By transforming a former marine protected area into a new highly protected area, New Caledonia is banning devastating industrial activities like fishing, drilling, and mining on more than a million km2.
“By designating 10% of the park as highly protected, the [New Caledonian] government has started to uphold the commitment it made when establishing the park nearly a decade ago,” states Giuseppe Di Carlo, director of the Pew Bertarelli Ocean Legacy Project, a group instrumental in helping orchestrate these new protections. “Progress has been slow — and there is still much to do — but this important step forward will help preserve New Caledonia’s marine environment for ocean life, the local community, and future generations.”

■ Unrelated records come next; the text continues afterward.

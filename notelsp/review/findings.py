"""What a review returns: findings with their fixes, in document offsets."""

from __future__ import annotations

from dataclasses import dataclass
from enum import Enum

from ..notation.model import Span


class Severity(str, Enum):
    ERROR = "error"
    WARNING = "warning"
    INFORMATION = "information"
    HINT = "hint"


@dataclass(frozen=True, slots=True)
class Fix:
    """Replace ``span`` of the document with ``replacement``."""

    title: str
    span: Span
    replacement: str


@dataclass(frozen=True, slots=True)
class Finding:
    code: str  # the rule's stable kebab-case code
    severity: Severity
    message: str  # one line: the claim and the prediction
    span: Span
    formula: str  # the species as written ("" for errors outside any species)
    claim: str | None = None  # the claim as written, if the finding is about one
    fixes: tuple[Fix, ...] = ()
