@dataclass(slots=True, eq=False)
class _Container:
    """An open container block: a list item, a block quote, a directive or an admonition."""

    kind: int  # _ITEM, _QUOTE, _DIRECTIVE or _ADMONITION
    indent: int = 0  # a list item's or admonition's content column; a directive fence's indentation
    closer: str = ""  # a directive's shortest closing run

    @property
    def quote(self) -> bool:
        return self.kind == _QUOTE


@dataclass(slots=True)
class _Paragraph:
    """An open paragraph.  While its lines are whole top-level lines of the document only
    their range is kept; the first line that is not (indented, in a container) makes the
    list of (document offset, text) explicit."""

    begin: int  # its text, ``document[begin:end]``, while ``lines`` is None
    end: int
    follows: int  # where the line after its last one starts
    lines: list[tuple[int, str]] | None = None

    def explicit(self, parser: "_Parser") -> list[tuple[int, str]]:
        if self.lines is None:
            self.lines = _lines_of(parser.text, self.begin, self.end)
        return self.lines


def _lines_of(text: str, begin: int, end: int) -> list[tuple[int, str]]:
    """(offset, text) of each line of ``text[begin:end]``, a run of whole lines."""
    lines, offset = [], begin
    for line_break in _LINE_BREAK.finditer(text, begin, end):
        lines.append((offset, text[offset : line_break.start()]))
        offset = line_break.end()
    lines.append((offset, text[offset:end]))
    return lines
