package jonquil.units;

import static org.junit.jupiter.api.Assertions.assertEquals;
import static org.junit.jupiter.api.Assertions.assertInstanceOf;

import java.util.List;
import java.util.SplittableRandom;
import org.junit.jupiter.api.RepeatedTest;
import org.junit.jupiter.api.RepetitionInfo;

/** Laws that must hold for every dimension and every known unit, checked on seeded random cases. */
class UnitPropertyTest {
  private static final long SEED = 0x4A6F6E7175696CL;

  private static final List<String> KNOWN =
      List.of(
          "nm", "µm", "mm", "cm", "m", "km", "W", "mW", "kW", "MW", "GW", "J", "mJ", "uJ", "s",
          "ns", "ps", "fs", "ms", "Hz", "kHz", "MHz", "rad", "mrad", "urad", "deg", "°", "°C",
          "degC", "K", "°F", "%", "ppm", "dB", "dBm", "OD", "wave", "W/cm2", "kW/cm^2", "J/cm²",
          "mJ/cm2", "W/m2", "W/cm", "V/m", "kV/cm", "MV/m", "um2", "um4", "/cm", "m^-1", "A/W",
          "W·m^-2", "A", "mA", "V", "g", "kg", "min", "h", "eV");

  private static SplittableRandom rng(RepetitionInfo info) {
    return new SplittableRandom(SEED + info.getCurrentRepetition());
  }

  private static Dimension randomDimension(SplittableRandom r) {
    return new Dimension(
        r.nextInt(-4, 5),
        r.nextInt(-4, 5),
        r.nextInt(-4, 5),
        r.nextInt(-4, 5),
        r.nextInt(-4, 5),
        r.nextInt(-4, 5));
  }

  /** Log-uniform magnitude over 1e-12..1e12 with random sign: the span optical specs use. */
  static double randomValue(SplittableRandom r) {
    double v = Math.pow(10, r.nextDouble(-12, 12));
    return r.nextBoolean() ? v : -v;
  }

  @RepeatedTest(200)
  void dimensionProductIsAssociativeAndCommutative(RepetitionInfo info) {
    SplittableRandom r = rng(info);
    Dimension a = randomDimension(r);
    Dimension b = randomDimension(r);
    Dimension c = randomDimension(r);
    assertEquals(a.times(b), b.times(a));
    assertEquals(a.times(b).times(c), a.times(b.times(c)));
    assertEquals(a, a.times(Dimension.DIMENSIONLESS));
  }

  @RepeatedTest(200)
  void divideUndoesTimesAndPowRepeatsTimes(RepetitionInfo info) {
    SplittableRandom r = rng(info);
    Dimension a = randomDimension(r);
    Dimension b = randomDimension(r);
    assertEquals(a, a.times(b).divide(b));
    assertEquals(Dimension.DIMENSIONLESS, a.divide(a));
    int n = r.nextInt(-3, 4);
    Dimension repeated = Dimension.DIMENSIONLESS;
    for (int i = 0; i < Math.abs(n); i++) {
      repeated = n > 0 ? repeated.times(a) : repeated.divide(a);
    }
    assertEquals(repeated, a.pow(n));
  }

  @RepeatedTest(500)
  void toSiThenFromSiGivesBackTheValue(RepetitionInfo info) {
    SplittableRandom r = rng(info);
    String symbol = KNOWN.get(r.nextInt(KNOWN.size()));
    Unit u = assertInstanceOf(UnitParse.Ok.class, UnitParser.parse(symbol), symbol).unit();
    double v = randomValue(r);
    if (u.scale() != Scale.LINEAR) {
      // Levels beyond ±300 dB (or OD 30) leave double range; real filters and links stay far
      // inside.
      v = v % 30;
    }
    double back = u.fromSi(u.toSi(v));
    // With an offset (°C, °F) the SI value carries the offset, so precision is relative to it too;
    // on log scales a level near 0 dB is a ratio near 1, whose last bit is worth about 1e-15 dB.
    double floor = u.scale() == Scale.LINEAR ? Math.abs(u.offset() / u.factor()) : 1;
    double scale = Math.max(Math.abs(v), floor);
    assertEquals(v, back, scale * 1e-12, symbol + " at " + v);
  }
}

Ten years ago, the government of New Caledonia, an overseas territory of France located in the western Pacific Ocean, converted its exclusive economic zone (EEZ) into a marine protected area called the Natural Park of the Coral Sea. However, only 2.4% of the 1.3-million-square-kilometer EEZ was highly covered, allowing industrial activities such as fishing, drilling, and permitted mining on 97.6% of the area. Now that this zone is highly protected, sea turtles, sharks, dolphins, whales, and seabirds can thrive once more since habitats and migratory corridors will be preserved. This decision to highly protect 10% of the EEZ is part of New Caledonia’s determination to implement the Kunming-Montreal Global Biodiversity Framework, an agreement calling for saving 30% of the planet’s oceans by 2030. So far, 8.2% of the global ocean is under protection, and only 2.9% is highly protected. Caledonia’s MPA protection counts as France’s effort – one of nine countries that have saved at least 10% of their EEZ.